*Task description:*
Can you return the records below exactly as they stand, but only from the first line through the one with "a0 = BohrAngstrom (CODATA"?

*Material to process:*
// ReadNWChem reads the output of an NWChem run with one "task scf freq" or
// "task dft freq" (alone or after "task … optimize" or "saddle"); name is
// used in errors. From the frequency task (from "NWChem Nuclear Hessian and
// Frequency Analysis" to its "Task times" line) it reads:
//   - the geometry of the "Atom information" table of the vibrational
//     analysis, in bohr (NWChem's vib module works in atomic units,
//     src/vib/vib_thermo.F; the tests check it against the Å geometry NWChem
//     prints before the task), converted to Å with a0 = BohrAngstrom (CODATA
//     2018; NWChem's own Å printout uses 1/1.889725989 Å, 7e-8 relative
//     more), and the masses, which must be the most abundant isotopes';
//   - the projected frequencies ("P.Frequency", cm⁻¹, all 3N, imaginary
//     ones negative; SetModes drops the six (five) zeros). The unprojected
//     "Frequency" rows are not used;
//   - the rotational constants (cm⁻¹; A = 0 for a linear molecule, then the
//     single B) and the zero-point correction (au = E_h) as printed. NWChem
//     computes the latter with R = 1.9863 cal/(mol K) and hc/k from
//     h = 6.626e-27 erg s, c = 2.998e10 cm/s, k = 1.3807e-16 erg/K
//     (src/vib/vib_wrtfreq.F), so it is 4.9e-4 (relative) below ½Σν with
//     CODATA constants;
//   - the electronic energy, the first "Total SCF energy" or "Total DFT
//     energy" of the task (the undisplaced reference, computed first for
//     analytic and finite-difference Hessians alike, as observed), and the
//     method: the SCF wavefunction (RHF, UHF, ROHF) or the functional
//     ("B3LYP Method XC Potential"; "DFT" when not printed), "/", the basis
//     of the last "ao basis" summary printed up to the task. For another
//     theory Method is "" and the energy is not read.
//
// It refuses, with a *ReadError, an output with an NWChem error (a geometry
// optimisation that ran out of steps stops with "… optimize failed"), one
// with a failed task that was ignored ("!! warning: … failed"), one without
// the closing "Total times" line (truncated), one with no or several
// frequency tasks (which cannot be told apart), and incomplete tables.
func ReadNWChem(r io.Reader, name string) (*Frequencies, error) {
	fail := func(line int, what, hint string) error {
		return &ReadError{File: name, Line: line, What: what, Hint: hint}
	}
	lines, err := outputLines(r, name)
	if err != nil {
		return nil, err
	}
	version, banner := "", -1
	var tasks []int
	errorAt, warnAt, totalTimes := -1, -1, -1
	for i, l := range lines {
		t := strings.TrimSpace(l)
		switch {
		case banner < 0 && strings.HasPrefix(t, nwchemBanner):
			banner = i
			version = strings.TrimSpace(strings.TrimPrefix(t, nwchemBanner))
		case t == nwchemFreqHeader:
			tasks = append(tasks, i)
		case errorAt < 0 && strings.HasPrefix(t, "current input line :"):
			errorAt = i
		case errorAt < 0 && strings.HasPrefix(t, "For further details see manual section:"):
			errorAt = i
		case warnAt < 0 && strings.HasPrefix(t, "!! warning:") && strings.Contains(t, "failed"):
			warnAt = i
		case strings.HasPrefix(t, "Total times  cpu:"):
			totalTimes = i
		}
	}
	if banner < 0 {
		return nil, fail(0, "no NWChem banner ("+nwchemBanner+")", "this is not an NWChem output")
	}
	if errorAt >= 0 {
		msg := flatText(nwchemErrorMessage(lines, errorAt))
		hint := "the calculation failed; fix the cause and rerun"
		if strings.Contains(msg, "optimize failed") || strings.Contains(msg, "saddle failed") {
			hint = "the geometry optimisation did not converge: raise maxiter in the driver block or start closer to the stationary point, then rerun"
		}
		return nil, fail(errorAt+1, "NWChem stopped with an error: "+msg, hint)
	}
	if warnAt >= 0 {
		return nil, fail(warnAt+1, "a task failed and the run went on ("+flatText(lines[warnAt])+")",
			"remove \"ignore\" from the task line and rerun the failed step; frequencies after a failed optimisation are not at a stationary point")
	}
	// Each freq task prints one analysis, but two tasks in one output may
	// be different molecules or levels of theory and nothing says which is
	// wanted: several are refused, not the last taken.
	switch len(tasks) {
	case 0:
		if totalTimes < 0 {
			return nil, fail(0, "no frequency task and no closing \"Total times\" line: the output is truncated", "use the output of a finished run")
		}
		return nil, fail(0, "no frequency task ("+nwchemFreqHeader+")", "run task scf freq or task dft freq")
	case 1:
	default:
		at := make([]string, len(tasks))
		for k, i := range tasks {
			at[k] = strconv.Itoa(i + 1)
		}
		return nil, fail(tasks[1]+1, fmt.Sprintf("%d frequency tasks (lines %s): cannot tell which one is wanted", len(tasks), strings.Join(at, ", ")),
			"run one task … freq per output file")
	}
	if totalTimes < tasks[0] {
		return nil, fail(len(lines), "no closing \"Total times\" line after the frequency task: the output is truncated or NWChem is still running", "use the output of a finished run")
	}
	start, end := tasks[0], totalTimes
	for i := start; i < totalTimes; i++ {
		if strings.HasPrefix(strings.TrimSpace(lines[i]), "Task  times  cpu:") {
			end = i
			break
		}
	}

	out := &Frequencies{Program: "NWChem"}
	if version != "" {
		out.Program = "NWChem " + version
	}
	atomsAt := -1
	for i := start; i < end; i++ {
		if t := strings.TrimSpace(lines[i]); strings.HasPrefix(t, "---") && strings.Contains(t, " Atom information ") {
			atomsAt = i
			break
		}
	}
	if atomsAt < 0 {
		return nil, fail(start+1, "the frequency task has no \"Atom information\" table (the geometry of the frequencies)", "the output is incomplete")
	}
	atoms, err := nwchemAtoms(lines, atomsAt, end, fail)
	if err != nil {
		return nil, err
	}
	out.Atoms = atoms

	freqs, freqLines, err := nwchemModes(lines, start, end, len(atoms), fail)
	if err != nil {
		return nil, err
	}

	otherTheory := false
	theory, xc, wavefunction := "", "", ""
	energyAt := -1
	for i := start; i < end; i++ {
		t := strings.TrimSpace(lines[i])
		switch {
		case strings.HasPrefix(t, "NWChem ") && i+1 < len(lines) && isRule(lines[i+1]):
			if !nwchemSCFModules[t] {
				otherTheory = true
			}
			if theory == "" && (t == "NWChem SCF Module" || t == "NWChem DFT Module") {
				theory = t
			}
		case xc == "" && strings.HasSuffix(t, " Method XC Potential"):
			xc = strings.TrimSpace(strings.TrimSuffix(t, " Method XC Potential"))
		case wavefunction == "" && strings.HasPrefix(t, "wavefunction") && strings.Contains(t, "="):
			wavefunction = strings.TrimSpace(t[strings.Index(t, "=")+1:])
		case energyAt < 0 && (strings.HasPrefix(t, "Total SCF energy =") || strings.HasPrefix(t, "Total DFT energy =")):
			energyAt = i
		case out.Printed.Constants == nil && t == "Rotational Constants":
			c, err := nwchemConstants(lines, i, end)
			if err != nil {
				return nil, fail(i+1, err.Error(), "the output is truncated or damaged")
			}
			out.Printed.Constants = c
		case out.Printed.ZeroPoint == 0 && strings.HasPrefix(t, "Zero-Point correction to Energy"):
			v, err := nwchemAU(t)
			if err != nil {
				return nil, fail(i+1, "zero-point correction: "+err.Error(), "")
			}
			out.Printed.ZeroPoint = v
		}
	}
	if !otherTheory && theory != "" && energyAt >= 0 {
		t := strings.TrimSpace(lines[energyAt])
		v, err := parseNumbers(strings.Fields(t[strings.Index(t, "=")+1:]))
		if err != nil || len(v) != 1 {
			return nil, fail(energyAt+1, fmt.Sprintf("energy line %q: want one number", t), "")
		}
		out.Energy, out.HasEnergy = v[0], true
		method := "DFT"
		switch {
		case theory == "NWChem SCF Module" && wavefunction != "":
			method = wavefunction
		case theory == "NWChem SCF Module":
			method = "SCF"
		case xc != "":
			method = xc
		}
		if basis := nwchemBasis(lines[:end]); basis != "" {
			method += "/" + basis
		}
		out.Method = method
	}
	// The spin multiplicity: the DFT module prints "Spin multiplicity: M",
	// the SCF module "open shells = n" (a closed shell or a high-spin
	// open shell, M = n + 1); the last before the frequencies counts.
	for i := 0; i < end; i++ {
		t := strings.TrimSpace(lines[i])
		if v, ok := strings.CutPrefix(t, "Spin multiplicity:"); ok {
			if n, err := strconv.Atoi(strings.TrimSpace(v)); err == nil && n >= 1 && n <= 20 {
				out.Multiplicity = n
			}
		} else if v, ok := strings.CutPrefix(t, "open shells"); ok {
			if n, err := strconv.Atoi(strings.TrimSpace(strings.TrimPrefix(strings.TrimSpace(v), "="))); err == nil && n >= 0 && n < 20 {
				out.Multiplicity = n + 1
			}
		}
	}

	g, err := Analyse(out.Atoms)
	if err != nil {
		return nil, fail(atomsAt+1, fmt.Sprintf("geometry: %v", err), "")
	}
	out.Linear = g.Linear
	if err := out.setModesAt(freqs, freqLines, start+1, fail); err != nil {
		return nil, err
	}
	return out, nil
}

*Exercise solution:*
// ReadNWChem reads the output of an NWChem run with one "task scf freq" or
// "task dft freq" (alone or after "task … optimize" or "saddle"); name is
// used in errors. From the frequency task (from "NWChem Nuclear Hessian and
// Frequency Analysis" to its "Task times" line) it reads:
//   - the geometry of the "Atom information" table of the vibrational
//     analysis, in bohr (NWChem's vib module works in atomic units,
//     src/vib/vib_thermo.F; the tests check it against the Å geometry NWChem
//     prints before the task), converted to Å with a0 = BohrAngstrom (CODATA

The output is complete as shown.